COMPOSITION DE LA COUR :

En application des dispositions de l'article 945-1 du code de procédure civile, l'affaire a été débattue le 15 mai 2018 en audience publique, les parties ne s'y étant pas opposées, devant Madame Nathalie X..., présidente chargée d'instruire l'affaire,

Ce magistrat a rendu compte des plaidoiries dans le délibéré de la Cour, composée de:

Madame Catherine B... de Gordon, présidente

Madame Nathalie X..., présidente

Madame Annie Cautres, conseillère

Greffier lors des débats : Madame Anne-Marie E...,

ARRÊT :

- contradictoire

- prononcé publiquement par mise à disposition de l'arrêt au greffe de la Cour, les parties en ayant été préalablement avisées dans les conditions prévues à l'article 450 alinéa 2 du Code de Procédure Civile.

- prorogé au 24 octobre en raison de la charge de travail de la cour.

***

EXPOSE DU LITIGE

Mme Y... a été engagée par l'Association EI PRESTA dans le cadre d'un contrat à durée indéterminée en date du 13 septembre 2004, en qualité de technico-commerciale.

Sa rémunération était constituée d'une partie fixe de base d'un montant de 2.282,96 € pour une durée de travail de 169 heures outre des commissions calculées sur la marge brute de ses clients dont le barème était établi chaque année dans le cadre d'une lettre de mission.

Par avenant en date du 01 mai 2011 avec effet rétroactif au 01 janvier 2011, elle a été promue au statut cadre en tant que responsable du service commercial.

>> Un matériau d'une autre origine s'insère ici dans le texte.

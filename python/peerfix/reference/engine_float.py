"""The float64 twin as an engine for the driver."""

from __future__ import annotations

import numpy as np

from ..engine import Inbound, NodeReport
from .mixture import Mixture
from .node import BlockedModel, Received, anchor_message, outgoing, predict, read_estimate, update
from .params import EstimatorParams

# Bytes a float64 mixture would take if sent as is (weight, mean, covariance
# in float32 as a plain parametric message would): 4 * (1 + 2 + 3) per component.
FLOAT_COMPONENT_BYTES = 24


class FloatEngine:
    name = "float"

    def __init__(self, params: EstimatorParams, blocked: BlockedModel = BlockedModel()):
        self.params = params
        self.blocked = blocked
        self.bounds_m = None
        self.anchors: dict[str, np.ndarray] = {}
        self.beliefs: dict[str, Mixture | None] = {}
        self.priors: dict[str, Mixture | None] = {}

    def start(self, bounds_m, anchors, agent_ids):
        self.bounds_m = tuple(float(b) for b in bounds_m)
        self.anchors = {a: np.asarray(xy, float) for a, xy in anchors.items()}
        self.beliefs = {a: None for a in agent_ids}
        self.priors = {a: None for a in agent_ids}

    def reset(self, agent_id):
        """Back to the flat prior over the site, as start() left the agent."""
        self.beliefs[agent_id] = None
        self.priors[agent_id] = None

    def broadcast(self, node_id):
        if node_id in self.anchors:
            return anchor_message(self.anchors[node_id])
        return outgoing(self.beliefs[node_id], self.params)

    def message_bytes(self, message) -> int:
        return FLOAT_COMPONENT_BYTES * len(message)

    def update(self, agent_id, inbox: list[Inbound]):
        received = [Received(m.sender, m.message, m.range_m, m.sigma_m, m.is_anchor) for m in inbox]
        self.beliefs[agent_id] = update(self.priors[agent_id], received, self.bounds_m, self.params, self.blocked)

    def report(self, agent_id) -> NodeReport:
        belief = self.beliefs[agent_id]
        est = read_estimate(belief, self.bounds_m, self.params)
        return NodeReport(est.mean, est.cov, est.mode_count, 0 if belief is None else len(belief), est.mode_weight)

    def belief(self, agent_id):
        return self.beliefs[agent_id]

    def predict(self, agent_id, dt_s, process_var_m2_per_s):
        self.priors[agent_id] = predict(self.beliefs[agent_id], dt_s, process_var_m2_per_s)
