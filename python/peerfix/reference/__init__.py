"""The float64 twin of the method: the reference the fixed-point core must match.

Same module split as c_core/src: mixture algebra (mixture.py), range update
(ranging.py), node state and iteration (node.py); settings in params.py.
"""

from .engine_float import FloatEngine
from .mixture import Mixture, PointEstimate
from .node import BlockedModel
from .params import EstimatorParams

__all__ = ["BlockedModel", "EstimatorParams", "FloatEngine", "Mixture", "PointEstimate"]
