/* round(x / 2^s), ties toward +infinity, any s: pfx_fixed_shr64_round,
 * inlined; the form for a shift known at compile time (branch-free there).
 * u = x + 2^63 (the sign bit flipped: exact, unsigned), v = u + 2^(s-1) the
 * rounding bias; floor(v / 2^s) - 2^(63-s) = round(x / 2^s) as 2^(63-s) is
 * an integer (both terms fit int64 for 1 <= s <= 63).  v wraps exactly when
 * x >= 2^63 - 2^(s-1), where x / 2^s rounds to 2^(63-s). */
static inline int64_t pfx_mixture_shr_round(int64_t x, unsigned s)
{
    uint64_t u, v;
    if (s == 0u) {
        return x;
    }
    if (s > 63u) {
        return 0;
    }
#if defined(PFX_VARIANT_TIES_DOWN)
    /* Test-only variant (see pfx_fixed_shr_round): ties toward -infinity. */
    if (((uint64_t)x & ((UINT64_C(1) << s) - 1u)) == (UINT64_C(1) << (s - 1u))) {
        return pfx_mixture_shr_floor(x, s);
    }
#endif
    u = (uint64_t)x ^ (UINT64_C(1) << 63);
    v = u + (UINT64_C(1) << (s - 1u));
    if (v < u) {
        return (int64_t)(UINT64_C(1) << (63u - s));
    }
    return (int64_t)(v >> s) - (int64_t)(UINT64_C(1) << (63u - s));
}

/* The same value for a shift known only at run time: one variable shift,
 * t = floor(x / 2^(s-1)); floor(x / 2^s) = floor(t / 2) and the half-LSB
 * bit s-1 of x is t's lowest bit, so the result is floor(t / 2) + (t & 1)
 * (no overflow: floor(t / 2) + 1 <= 2^62). */
static inline int64_t pfx_mixture_shr_round_var(int64_t x, unsigned s)
{
    int64_t t;
    if (s == 0u) {
        return x;
    }
    if (s > 63u) {
        return 0;
    }
    t = pfx_mixture_shr_floor(x, s - 1u);
    return pfx_mixture_shr_floor(t, 1u) + (int64_t)((uint64_t)t & 1u);
}

/* a + b saturated to int64: pfx_fixed_add64_sat, inlined (the limits are
 * tested before the add, so the add itself never overflows). */
static inline int64_t pfx_mixture_add_sat(int64_t a, int64_t b)
{
    if (b > 0 && a > INT64_MAX - b) {
        return INT64_MAX;
    }
    if (b < 0 && a < INT64_MIN - b) {
        return INT64_MIN;
    }
    return a + b;
}

/* x clamped to [lo, hi]: pfx_fixed_clamp64, inlined. */
static inline int64_t pfx_mixture_clamp(int64_t x, int64_t lo, int64_t hi)
{
    return (x < lo) ? lo : ((x > hi) ? hi : x);
}

/* pfx_mixture_shr_round(x, s) for |x| <= 2^62 (products of two int32):
 * x + 2^(s-1) cannot overflow there, so the carry test goes; shifts known
 * at compile time fold the range tests away. */
static inline int64_t pfx_mixture_round_small(int64_t x, unsigned s)
{
#if defined(PFX_VARIANT_TIES_DOWN)
    return pfx_mixture_shr_round(x, s); /* the test-only rounding variant */
#else
    uint64_t u;
    if (s == 0u || s > 62u) {
        return pfx_mixture_shr_round(x, s);
    }
    u = (uint64_t)(x + (INT64_C(1) << (s - 1u))) ^ (UINT64_C(1) << 63);
    return (int64_t)(u >> s) - (int64_t)(UINT64_C(1) << (63u - s));
#endif
}

/* pfx_mixture_shr_round_var(x, s) for |x| <= 2^62: floor((x + 2^(s-1)) /
 * 2^s) with one variable shift (floor through x ^ m, m all ones for x < 0). */
static inline int64_t pfx_mixture_round_var_small(int64_t x, unsigned s)
{
    uint64_t m;
    int64_t y;
    if (s == 0u || s > 62u) {
        return pfx_mixture_shr_round_var(x, s);
    }
    y = x + (INT64_C(1) << (s - 1u));
    m = (y < 0) ? UINT64_MAX : 0u;
    return (int64_t)((((uint64_t)y ^ m) >> s) ^ m);
}

/* An unsigned 128-bit value, and the exact product of two 64-bit values
 * from four 32x32 -> 64 products (mid < 3 * 2^32 cannot wrap); inline for
 * the hot exact comparisons of pfx_mixture.c and pfx_range.c. */
typedef struct {
    uint64_t hi;
    uint64_t lo;
} pfx_u128_t;

static inline pfx_u128_t pfx_mixture_u128_mul(uint64_t a, uint64_t b)
{
    const uint64_t m32 = UINT64_C(0xFFFFFFFF);
    uint64_t a0 = a & m32, a1 = a >> 32, b0 = b & m32, b1 = b >> 32;
    uint64_t p00 = a0 * b0, p01 = a0 * b1, p10 = a1 * b0, p11 = a1 * b1;
    uint64_t mid = (p00 >> 32) + (p01 & m32) + (p10 & m32);
    pfx_u128_t r;
    r.lo = ((mid & m32) << 32) | (p00 & m32);
    r.hi = p11 + (p01 >> 32) + (p10 >> 32) + (mid >> 32);
    return r;
}

/* pfx_mixture_cmp_products, inline: sign of a b - c d, exact.  Factors
 * that all fit 32 bits (the usual ranges and offsets of a tag) take two
 * 32 x 32 -> 64 products; any others the 128-bit ones. */
static inline int pfx_mixture_cmp_products_inline(uint64_t a, uint64_t b, uint64_t c, uint64_t d)
{
    pfx_u128_t x, y;
    if (((a | b | c | d) >> 32) == 0u) {
        uint64_t p = (uint64_t)(uint32_t)a * (uint32_t)b, q = (uint64_t)(uint32_t)c * (uint32_t)d;
        return (p < q) ? -1 : ((p > q) ? 1 : 0);
    }
    x = pfx_mixture_u128_mul(a, b);
    y = pfx_mixture_u128_mul(c, d);
    if (x.hi != y.hi) {
        return (x.hi < y.hi) ? -1 : 1;
    }
    return (x.lo < y.lo) ? -1 : ((x.lo > y.lo) ? 1 : 0);
}

/* v in int32 (then a product of two such is one 32x32 -> 64 multiply). */
static inline int pfx_mixture_in_int32(int64_t v)
{
    return v >= INT32_MIN && v <= INT32_MAX;
}

/* round(a * b / 2^s) for int32 operands: |a b| <= 2^62, one rounding. */
static inline int64_t pfx_mixture_mul32(int32_t a, int32_t b, unsigned s)
{
    return pfx_mixture_round_small((int64_t)a * b, s);
}

/* pfx_mixture_mul64 with the one-multiply case inlined (both operands in int32). */
static inline int64_t pfx_mixture_mul(int64_t a, int64_t b, unsigned s)
{
    if (pfx_mixture_in_int32(a) && pfx_mixture_in_int32(b)) {
        return pfx_mixture_mul32((int32_t)a, (int32_t)b, s);
    }
    return pfx_mixture_mul64(a, b, s);
}

/* pfx_mixture_mul for a shift known only at run time. */
static inline int64_t pfx_mixture_mul_var(int64_t a, int64_t b, unsigned s)
{
    if (pfx_mixture_in_int32(a) && pfx_mixture_in_int32(b)) {
        return pfx_mixture_round_var_small((int64_t)(int32_t)a * (int32_t)b, s);
    }
    return pfx_mixture_mul64(a, b, s);
}

/* pfx_mixture_mul_recip with its common case inlined, for hot loops: num
 * in int32 and no left shift, one 32x32 multiply and one rounding shift;
 * anything else goes to the out-of-line function (the same value). */
static inline int64_t pfx_mixture_mul_recip_inline(int64_t num, const pfx_recip64_t *r, unsigned frac)
{
    if (r->shift >= frac && pfx_mixture_in_int32(num)) {
        return pfx_mixture_round_var_small((int64_t)(int32_t)num * r->mant, r->shift - frac);
    }
    return pfx_mixture_mul_recip(num, r, frac);
}

static inline int32_t pfx_mixture_sat32(int64_t x)
{
    return (x > INT32_MAX) ? INT32_MAX : ((x < INT32_MIN) ? INT32_MIN : (int32_t)x);
}

/* b - a for two coordinates, clamped to +-2^30 (the local-frame bound). */
static inline int64_t pfx_mixture_offset(int32_t a, int32_t b)
{
    int64_t d = (int64_t)b - (int64_t)a;
    const int64_t lim = INT64_C(1) << 30;
    return (d > lim) ? lim : ((d < -lim) ? -lim : d);
}
/* Store an int64 Q20 covariance: saturate to int32, pull pxy back to keep
 * det >= 1; PFX_ERR_DEGENERATE if a diagonal is <= 0 (out untouched then). */
pfx_status_t pfx_mixture_store_cov(int64_t pxx, int64_t pxy, int64_t pyy, pfx_component_t *out);
/* The Gaussian product with b given by its mean offset from a (Q20) and its
 * covariance; out->log2w = a->log2w + extra_log2w + log2 z. */
pfx_status_t pfx_mixture_product_local(const pfx_component_t *a, int64_t dx_q20, int64_t dy_q20, int32_t bxx,
                                       int32_t bxy, int32_t byy, int64_t extra_log2w, pfx_component_t *out);

/* ---- generated constants (tools/gen_direction_table.py) ---- */
/* BEGIN GENERATED CONSTANTS by tools/gen_direction_table.py: do not edit */
#define PFX_PI_Q29 (1686629713) /* round(pi * 2^29) */
#define PFX_LOG2_2PI_Q16 (173768) /* round(log2(2 pi) * 2^16) */
#define PFX_INV_2LN2_Q30 (774541002) /* round(1 / (2 ln 2) * 2^30) */
#define PFX_LOG2_1E9_Q16 (-1959353) /* round(log2(1e-9) * 2^16) */
/* END GENERATED CONSTANTS */

#ifdef __cplusplus
}
#endif

#endif /* PFX_MIXTURE_H */
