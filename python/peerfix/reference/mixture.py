"""Gaussian-mixture algebra in float64: products, moments, pruning, Runnalls reduction.

A mixture is held as three arrays: log-weights (n,), means (n, 2) and
covariances (n, 2, 2).  Weights stay in the log domain so that products of
many likelihoods never underflow; normalising is a log-sum-exp.

Mirrors the mixture module of the fixed-point core (c_core/src/pfx_mixture.c).
"""

from __future__ import annotations

from dataclasses import dataclass

import numpy as np

LOG_2PI = float(np.log(2.0 * np.pi))


@dataclass
class Mixture:
    logw: np.ndarray  # (n,)
    mean: np.ndarray  # (n, 2)
    cov: np.ndarray  # (n, 2, 2)

    def __len__(self) -> int:
        return int(self.logw.shape[0])

    @staticmethod
    def single(mean, cov) -> "Mixture":
        return Mixture(np.zeros(1), np.asarray(mean, float).reshape(1, 2), np.asarray(cov, float).reshape(1, 2, 2))

    @staticmethod
    def empty() -> "Mixture":
        return Mixture(np.zeros(0), np.zeros((0, 2)), np.zeros((0, 2, 2)))

    def weights(self) -> np.ndarray:
        """Normalised linear weights."""
        return np.exp(self.logw - logsumexp(self.logw))

    def normalised(self) -> "Mixture":
        return Mixture(self.logw - logsumexp(self.logw), self.mean, self.cov)

    def take(self, idx) -> "Mixture":
        return Mixture(self.logw[idx], self.mean[idx], self.cov[idx])

    def copy(self) -> "Mixture":
        return Mixture(self.logw.copy(), self.mean.copy(), self.cov.copy())


def concat(parts: list[Mixture]) -> Mixture:
    parts = [p for p in parts if len(p)]
    if not parts:
        return Mixture.empty()
    return Mixture(
        np.concatenate([p.logw for p in parts]),
        np.concatenate([p.mean for p in parts]),
        np.concatenate([p.cov for p in parts]),
    )


def logsumexp(x: np.ndarray) -> float:
    if x.size == 0:
        return -np.inf
    m = float(np.max(x))
    if not np.isfinite(m):
        return m
    return m + float(np.log(np.sum(np.exp(x - m))))


# --- 2x2 helpers, vectorised over a leading axis (faster than np.linalg here) ---


def det2(p: np.ndarray) -> np.ndarray:
    return p[..., 0, 0] * p[..., 1, 1] - p[..., 0, 1] * p[..., 1, 0]


def inv2(p: np.ndarray) -> np.ndarray:
    d = det2(p)
    out = np.empty_like(p)
    out[..., 0, 0] = p[..., 1, 1] / d
    out[..., 1, 1] = p[..., 0, 0] / d
    out[..., 0, 1] = -p[..., 0, 1] / d
    out[..., 1, 0] = -p[..., 1, 0] / d
    return out


def sym2(p: np.ndarray) -> np.ndarray:
    """Symmetrise (rounding drifts the off-diagonals apart)."""
    off = 0.5 * (p[..., 0, 1] + p[..., 1, 0])
    out = p.copy()
    out[..., 0, 1] = off
    out[..., 1, 0] = off
    return out


def max_eig2(p: np.ndarray) -> np.ndarray:
    """Largest eigenvalue of symmetric 2x2 matrices."""
    a, b, c = p[..., 0, 0], p[..., 0, 1], p[..., 1, 1]
    half_tr = 0.5 * (a + c)
    return half_tr + np.sqrt(np.maximum(0.25 * (a - c) ** 2 + b * b, 0.0))


def quad2(p_inv: np.ndarray, d: np.ndarray) -> np.ndarray:
    """d^T P^-1 d for (n,2,2) inverses and (n,2) vectors."""
    return np.einsum("ni,nij,nj->n", d, p_inv, d)


def log_gauss2(d: np.ndarray, s: np.ndarray) -> np.ndarray:
    """log N(d; 0, S) for 2-D vectors d (n,2) and covariances S (n,2,2)."""
    return -LOG_2PI - 0.5 * np.log(det2(s)) - 0.5 * quad2(inv2(s), d)


def gaussian_product(mu1, p1, mu2, p2):
    """N(x; mu1, P1) N(x; mu2, P2) = z N(x; mu, P) for (n,...) stacks.

    Returns mu, P and log z = log N(mu2; mu1, P1 + P2).  Written as a Kalman
    update of (mu1, P1) by a position-like measurement mu2 with noise P2, which
    stays well conditioned when either factor is much sharper than the other.
    """
    s = p1 + p2
    s_inv = inv2(s)
    gain = np.einsum("nij,njk->nik", p1, s_inv)
    d = mu2 - mu1
    mu = mu1 + np.einsum("nij,nj->ni", gain, d)
    p = sym2(p1 - np.einsum("nij,njk->nik", gain, p1))
    logz = -LOG_2PI - 0.5 * np.log(det2(s)) - 0.5 * quad2(s_inv, d)
    return mu, p, logz


# --- moments, pruning, reduction ---


def moments(m: Mixture) -> tuple[np.ndarray, np.ndarray]:
    """Mean and covariance of the whole mixture (moment matching)."""
    w = m.weights()
    mean = w @ m.mean
    d = m.mean - mean
    cov = np.einsum("n,nij->ij", w, m.cov) + np.einsum("n,ni,nj->ij", w, d, d)
    return mean, sym2(cov)


def prune(m: Mixture, log_ratio: float) -> Mixture:
    """Drop components whose log-weight is more than -log_ratio below the largest."""
    if len(m) == 0:
        return m
    keep = m.logw >= np.max(m.logw) + log_ratio
    if keep.all():
        return m
    return m.take(np.flatnonzero(keep))


def keep_heaviest(m: Mixture, cap: int) -> Mixture:
    """Keep the cap heaviest components (ties: the earlier one), in their original order."""
    if len(m) <= cap:
        return m
    order = np.argsort(-m.logw, kind="stable")[:cap]
    return m.take(np.sort(order))


def merge_moments(w_i, mu_i, p_i, w_j, mu_j, p_j):
    """Moment-preserving merge of pairs (Runnalls 2007, eq. for the merged component).

    Linear weights w (...,), means (...,2), covariances (...,2,2).
    """
    w = w_i + w_j
    a_i = (w_i / w)[..., None]
    a_j = (w_j / w)[..., None]
    mu = a_i * mu_i + a_j * mu_j
    d = mu_i - mu_j
    # P = a_i P_i + a_j P_j + a_i a_j d d^T (the same as the spread form with d_. = mu_. - mu)
    p = a_i[..., None] * p_i + a_j[..., None] * p_j + (a_i * a_j)[..., None] * d[..., :, None] * d[..., None, :]
    return w, mu, p


def runnalls_cost(w_i, p_i, w_j, p_j, p_ij):
    """Runnalls' upper bound on the KL discrimination of merging i and j:
    B = 0.5 [(w_i + w_j) log|P_ij| - w_i log|P_i| - w_j log|P_j|]."""
    return 0.5 * ((w_i + w_j) * np.log(det2(p_ij)) - w_i * np.log(det2(p_i)) - w_j * np.log(det2(p_j)))


def runnalls_reduce(m: Mixture, cap: int) -> Mixture:
    """Greedily merge the cheapest pair by Runnalls' cost until at most cap components remain.

    Ties go to the pair (i, j) with the smallest i, then j (row-major argmin), so
    the fixed-point core can make the same choice.  The merged component takes
    the place of i; j is removed.
    """
    n = len(m)
    if n <= cap:
        return m
    shift = float(np.max(m.logw))
    w = np.exp(m.logw - shift)
    w = w / w.sum()
    mu = m.mean.copy()
    p = m.cov.copy()
    alive = np.ones(n, bool)

    # Full pairwise cost matrix once; afterwards only the merged row is recomputed.
    ii, jj = np.triu_indices(n, 1)
    _, _, p_ij = merge_moments(w[ii], mu[ii], p[ii], w[jj], mu[jj], p[jj])
    cost = np.full((n, n), np.inf)
    cost[ii, jj] = runnalls_cost(w[ii], p[ii], w[jj], p[jj], p_ij)

    for _ in range(n - cap):
        flat = int(np.argmin(cost))
        i, j = divmod(flat, n)
        w[i], mu[i], p[i] = merge_moments(w[i], mu[i], p[i], w[j], mu[j], p[j])
        p[i] = sym2(p[i])
        alive[j] = False
        cost[j, :] = np.inf
        cost[:, j] = np.inf
        others = np.flatnonzero(alive)
        others = others[others != i]
        if others.size:
            _, _, p_io = merge_moments(w[i], mu[i], p[i], w[others], mu[others], p[others])
            c = runnalls_cost(w[i], p[i], w[others], p[others], p_io)
            lo = others < i
            cost[others[lo], i] = c[lo]
            cost[i, others[~lo]] = c[~lo]
    idx = np.flatnonzero(alive)
    return Mixture(np.log(w[idx]) + shift, mu[idx], p[idx]).normalised()


def gate_merge(m: Mixture, gate_sigma2: float) -> Mixture:
    """Merge near-duplicates in one pass before the costlier Runnalls step.

    Heaviest first, every component joins the first kept component whose mean
    is within the Mahalanobis gate (summed covariances), else it is kept; each
    group is merged by moments.  After a few rings the products of one
    neighbour step pile up on the same spot; this folds them at O(n * kept).
    """
    n = len(m)
    if n <= 1 or gate_sigma2 <= 0.0:
        return m
    order = np.argsort(-m.logw, kind="stable")
    group = np.full(n, -1)
    seeds: list[int] = []
    for k in order:
        if seeds:
            s = np.array(seeds)
            d = m.mean[k] - m.mean[s]
            q = quad2(inv2(m.cov[k] + m.cov[s]), d)
            hit = np.flatnonzero(q <= gate_sigma2)
            if hit.size:
                group[k] = s[hit[0]]
                continue
        seeds.append(int(k))
        group[k] = k
    if len(seeds) == n:
        return m
    shift = float(np.max(m.logw))
    w_all = np.exp(m.logw - shift)
    out_logw, out_mean, out_cov = [], [], []
    for s in sorted(seeds):
        idx = np.flatnonzero(group == s)
        w = w_all[idx]
        wsum = w.sum()
        a = w / wsum
        mu = a @ m.mean[idx]
        d = m.mean[idx] - mu
        cov = np.einsum("n,nij->ij", a, m.cov[idx]) + np.einsum("n,ni,nj->ij", a, d, d)
        out_logw.append(np.log(wsum) + shift)
        out_mean.append(mu)
        out_cov.append(sym2(cov))
    return Mixture(np.array(out_logw), np.array(out_mean), np.array(out_cov))


def reduce_to(m: Mixture, cap: int, log_ratio: float, hard_cap: int | None = None, gate_sigma2: float = 0.0) -> Mixture:
    """Keep at most hard_cap heaviest, prune negligible components, fold
    components within the gate (always, not only above the cap), then merge
    down to cap by Runnalls' cost.

    Keeping the heaviest first gives the same set as pruning first (the
    heaviest is in both) and is what a bounded buffer on the tag can do while
    the products stream in.
    """
    if hard_cap is not None:
        m = keep_heaviest(m, hard_cap)
    m = prune(m, log_ratio)
    if len(m) > 1:
        m = gate_merge(m, gate_sigma2)
    return runnalls_reduce(m, cap).normalised() if len(m) > cap else m.normalised()


# --- modes and the point estimate ---


@dataclass
class PointEstimate:
    mean: np.ndarray  # (2,)
    cov: np.ndarray  # (2, 2)
    mode_count: int
    mode_weight: float  # share of the weight in the reported mode


def modes(m: Mixture, gate_sigma2: float, min_weight: float) -> list[tuple[float, np.ndarray]]:
    """Group components into modes: heaviest first, each joins the first mode
    whose seed is within the Mahalanobis gate, else it seeds a new mode.

    Returns (weight, member indices) per mode, heaviest mode first, keeping only
    modes with at least min_weight of the total (the rest join no mode).
    """
    w = m.weights()
    order = np.argsort(-w, kind="stable")
    seeds: list[int] = []
    members: list[list[int]] = []
    for k in order:
        placed = False
        for s_idx, s in enumerate(seeds):
            d = m.mean[k] - m.mean[s]
            s_cov = m.cov[k] + m.cov[s]
            if float(d @ inv2(s_cov[None])[0] @ d) <= gate_sigma2:
                members[s_idx].append(int(k))
                placed = True
                break
        if not placed:
            seeds.append(int(k))
            members.append([int(k)])
    out = [(float(w[idx].sum()), np.array(idx)) for idx in members]
    out.sort(key=lambda t: -t[0])
    return [o for o in out if o[0] >= min_weight] or out[:1]


def point_estimate(m: Mixture, gate_sigma2: float, min_weight: float) -> PointEstimate:
    """The mode's mean when the belief is unimodal, else the dominant mode's
    mean and covariance (the mixture mean of a two-mode belief lies between a
    right mode and a flipped one, where the tag is not)."""
    found = modes(m, gate_sigma2, min_weight)
    weight, idx = found[0]
    if len(found) == 1:
        # One mode: its moments; components too light to form a mode of their
        # own (below min_weight) must not drag the estimate across the site.
        mean, cov = moments(m.take(idx))
        return PointEstimate(mean, cov, 1, weight)
    mean, cov = moments(m.take(idx))
    return PointEstimate(mean, cov, len(found), weight)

Madame Y... a adressé un courrier à l'Association EI PRESTA le 10 avril 2014 dans lequel elle a fait état d'un certain nombre de questions sur les difficultés rencontrées dans son travail au cours de l'année précédente notamment sur le fait qu'elle n'avait plus aucune visibilité ni sur les objectifs de l'association, ni sur une partie de l'activité commerciale, qu'elle avait appris qu'un responsable de développement commercial été recruté, sans en avoir été auparavant informé.

Elle s'est déclarée dans ce courrier par ailleurs extrêmement choquée de l'annonce de la réduction de ses commissions sur les résultats obtenus.

Le 4 juin 2014, l'Association EI PRESTA lui a répondu, faisant état de la dégradation de l'ambiance dans le service de Madame Y..., contestant les griefs allégués par la salariée, et, s'agissant des primes, confirmant qu'elles avaient été remises en cause pour l'année 2013, compte tenu de la poursuite de la non atteinte des objectifs, de l'ambiance délétère dans laquelle s'est trouvé le service de Madame Y..., et de la réorganisation qu'il avait fallu opérer.

Par courrier en date du 17 juin 2014, l'Association EI PRESTA a notifié à Madame Y... un avenant modifiant les modalités de calcul de ses commissions à compter de l'année 2014 de la manière suivante :

- prime CA si le CA est de 1880K€ : 12,5 K€

si le CA est de 1970 K€ : 15 K€

si le CA est de 2068 K€ : 17,5 K €

- 3% du CA sur les nouveaux clients

- 3€ du CA sur les nouveaux produits

- bonus d'un mois de salaire si le résultat brut est atteint.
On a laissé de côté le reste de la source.